Hello,
I'm proud to present you the project I will work on this summer (at least). It's seems that the OOo community wants to have a new way to guess the language of texts (not only words and sentences but also longer texts).
Practically, it will allow writer to not have to select the text's language in contextual menus (in most cases). Of course, one of the objectives is to process the text with CPU and memory efficiency.
Technically, there are some ways to guess the language of a text but the preferred method will be the N-Gram one (statistical approach). Thomas Lange suggest me to look after textcat (http://software.wise-guys.nl/libtextcat/ ) which is a lib that implements this algo (under BSD license). Maybe it could be a good base to our work and why not, over license problems, the core of the component.
So, first, this project
have been proposed to the Google summer of code, but I have not been
selected. Fortunately Intel sponsors it now. Dhananjay V Keskar is
the mentor.
About this, I want to
thank Stefan Taxhet, Thomas Lange and Dhananjay for choosing and
trusting me. I'll try to show that this choice is the good one ;-)
This project will be supported until September and is already started yet.

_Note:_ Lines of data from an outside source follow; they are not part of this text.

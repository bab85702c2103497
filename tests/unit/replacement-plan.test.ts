/**
 * The service desk's replacement plan against brute force on random units.
 *
 * The cost formula's source: PRODUCT.md "What it computes" §3 (drive-unit mismatch: RMS of the
 * band-level differences over the passband, plus weighted relative differences of Fs and Qts
 * where measured; a pair whose largest band difference exceeds the model's limit is not allowed)
 * and §5 (replacement matching: stock ranked by mismatch against the survivor, within tolerance
 * only), the same rule as the lab's matching (lib/lab/units.ts matchBatch). The brute force below
 * is written from those definitions, independent of lib/matching.
 */
import { describe, expect, test } from "vitest";
import type { MatchOptions, Unit } from "@/lib/matching";
import { planReplacement } from "@/lib/service/replacement-plan";
import { gaussian, randomInt, seededRandom } from "../fixtures/random";

/** PRODUCT.md §3, written out: RMS of differences + weighted |ΔFs|/mean(Fs) + weighted |ΔQts|/mean(Qts). */
function definedCost(a: Unit, b: Unit, o: MatchOptions) {
  const d = a.levels.map((x, i) => x - b.levels[i]!);
  let cost = Math.sqrt(d.reduce((s, x) => s + x * x, 0) / d.length);
  if (o.fsWeight && a.fs !== undefined && b.fs !== undefined) cost += (o.fsWeight * Math.abs(a.fs - b.fs)) / ((a.fs + b.fs) / 2);
  if (o.qtsWeight && a.qts !== undefined && b.qts !== undefined) cost += (o.qtsWeight * Math.abs(a.qts - b.qts)) / ((a.qts + b.qts) / 2);
  const maxDiffDb = Math.max(...d.map(Math.abs));
  return { cost, maxDiffDb, allowed: maxDiffDb <= o.limitDb + 1e-9 };
}

/** Every matching of the allowed pairs, by recursion: the most pairs, then the least total cost (PRODUCT.md §4). */
function bruteBestMatching(units: Unit[], o: MatchOptions): { pairs: number; total: number } {
  let best = { pairs: 0, total: 0 };
  const walk = (rest: Unit[], pairs: number, total: number) => {
    if (pairs > best.pairs || (pairs === best.pairs && total < best.total - 1e-12)) best = { pairs, total };
    if (rest.length < 2) return;
    const [first, ...others] = rest;
    walk(others, pairs, total); // first stays single
    others.forEach((u, i) => {
      const c = definedCost(first!, u, o);
      if (c.allowed) walk(others.filter((_, j) => j !== i), pairs + 1, total + c.cost);
    });
  };
  walk(units, 0, 0);
  return best;
}

function randomUnit(r: () => number, id: string, bands: number, spread: number, withTs: boolean): Unit {
  return {
    id,
    levels: Array.from({ length: bands }, () => 90 + gaussian(r) * spread),
    ...(withTs ? { fs: 800 + gaussian(r) * 40, qts: 0.5 + gaussian(r) * 0.03 } : {}),
  };
}

// Seeds, band counts, stock sizes, spreads (dB) and weights, all invented for the test; the spread
// is set so that some draws fit the limit and some do not.
const CASES: [seed: number, bands: number, stock: number, spread: number, limitDb: number, fsWeight: number, qtsWeight: number][] = [
  [1, 12, 9, 0.3, 0.5, 0, 0],
  [2, 12, 9, 0.6, 0.5, 0, 0],
  [3, 17, 8, 0.25, 0.5, 1, 1],
  [4, 8, 10, 0.9, 1.0, 0.5, 0],
  [5, 20, 7, 1.5, 0.5, 0, 2],
  [6, 13, 0, 0.3, 0.5, 0, 0],
  [7, 13, 1, 0.3, 0.5, 0, 0],
];

describe("planReplacement against brute force", () => {
  test.each(CASES)("seed %i: %i bands, %i in stock, spread %f dB, limit %f dB, weights Fs %f Qts %f", (seed, bands, n, spread, limitDb, fsWeight, qtsWeight) => {
    const r = seededRandom(seed);
    const withTs = fsWeight > 0 || qtsWeight > 0;
    const survivor = randomUnit(r, "SURV", bands, spread, withTs);
    const stock = Array.from({ length: n }, (_, i) => randomUnit(r, `S${i + 1}`, bands, spread, withTs && randomInt(r, 0, 3) > 0));
    const o: MatchOptions = { limitDb, fsWeight, qtsWeight };
    const plan = planReplacement(survivor, stock, o);

    // Candidates: exactly the stock within the limit of the survivor, least cost first (PRODUCT.md §5).
    const expected = stock
      .map((u, index) => ({ id: u.id, index, ...definedCost(survivor, u, o) }))
      .filter((x) => x.allowed)
      .sort((a, b) => a.cost - b.cost || a.index - b.index);
    expect(plan.candidates.map((c) => c.id)).toEqual(expected.map((x) => x.id));
    plan.candidates.forEach((c, i) => {
      expect(c.cost).toBeCloseTo(expected[i]!.cost, 9);
      expect(c.maxDiffDb).toBeCloseTo(expected[i]!.maxDiffDb, 9);
      expect(c.maxDiffDb).toBeLessThanOrEqual(limitDb + 1e-9);
    });

    if (plan.candidates.length) {
      expect(plan.sets).toEqual([]);
      expect(plan.why).toBeNull();
      return;
    }
    // No single unit fits: the closest by largest band difference is named, and the sets are an
    // optimal matching of the stock (PRODUCT.md §4), best pair first, each within the limit.
    expect(plan.why).toMatch(n === 0 ? /no measured units in stock/ : /within the .* limit/);
    if (n > 0) {
      const nearest = Math.min(...stock.map((u) => definedCost(survivor, u, o).maxDiffDb));
      expect(plan.closest!.maxDiffDb).toBeCloseTo(nearest, 9);
    }
    const brute = bruteBestMatching(stock, o);
    expect(plan.sets.length).toBe(brute.pairs);
    expect(plan.sets.reduce((s, p) => s + p.cost, 0)).toBeCloseTo(brute.total, 6);
    for (let i = 1; i < plan.sets.length; i++) expect(plan.sets[i]!.cost).toBeGreaterThanOrEqual(plan.sets[i - 1]!.cost);
    for (const p of plan.sets) {
      const c = definedCost(stock.find((u) => u.id === p.a)!, stock.find((u) => u.id === p.b)!, o);
      expect(c.allowed).toBe(true);
      expect(p.cost).toBeCloseTo(c.cost, 9);
    }
  });

  test("the seeds above reach both branches: one fits, and none fits", () => {
    const branches = CASES.map(([seed, bands, n, spread, limitDb, fsWeight, qtsWeight]) => {
      const r = seededRandom(seed);
      const withTs = fsWeight > 0 || qtsWeight > 0;
      const survivor = randomUnit(r, "SURV", bands, spread, withTs);
      const stock = Array.from({ length: n }, (_, i) => randomUnit(r, `S${i + 1}`, bands, spread, withTs && randomInt(r, 0, 3) > 0));
      const plan = planReplacement(survivor, stock, { limitDb, fsWeight, qtsWeight });
      return plan.candidates.length > 0 ? "fits" : plan.sets.length > 0 ? "sets" : "nothing";
    });
    expect(new Set(branches)).toEqual(new Set(["fits", "sets", "nothing"]));
  });
});

describe("the reason given when no unit fits", () => {
  // Levels invented: three bands, the survivor flat at 0 dB.
  const survivor: Unit = { id: "D-TW-SURV", levels: [0, 0, 0] };
  test.each<[string, Unit[], RegExp]>([
    ["stock far off, two of it close to each other: replace both", [{ id: "A", levels: [0.8, 0, 0] }, { id: "B", levels: [0.9, 0.1, 0] }], /closest, A, differs by 0\.80 dB at 1\.6 kHz.*Replace both/],
    ["stock far off and far apart: wait for a part", [{ id: "A", levels: [0.8, 0, 0] }, { id: "B", levels: [-0.8, 0, 0] }], /order new units/],
    ["no stock at all", [], /no measured units in stock/],
  ])("%s", (_name, stock, why) => {
    const plan = planReplacement(survivor, stock, { limitDb: 0.5, bandLabels: ["1.6 kHz", "2 kHz", "2.5 kHz"] });
    expect(plan.candidates).toEqual([]);
    expect(plan.why).toMatch(why);
  });
});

Along this time I will produce some deliverables including the UNO components and documentations.
My Bio :
I'm a French undergraduate
student in the "Ecole Polytechnique de l'Univesite de Nantes". My
major is in Data-Mining and Business-intelligence.
If you want to see my CV :
http://jocme.club.fr/cv-en.xhtml
Feel free to ask me if you have any question about the project progress, technical things, etc.
Regards
(PS: I'm French and not so fluent in English, so you should think today that the mistakes I do are not a problem but in August, you'll may be quite tired of them. So tell me now if I make so horrible sentences)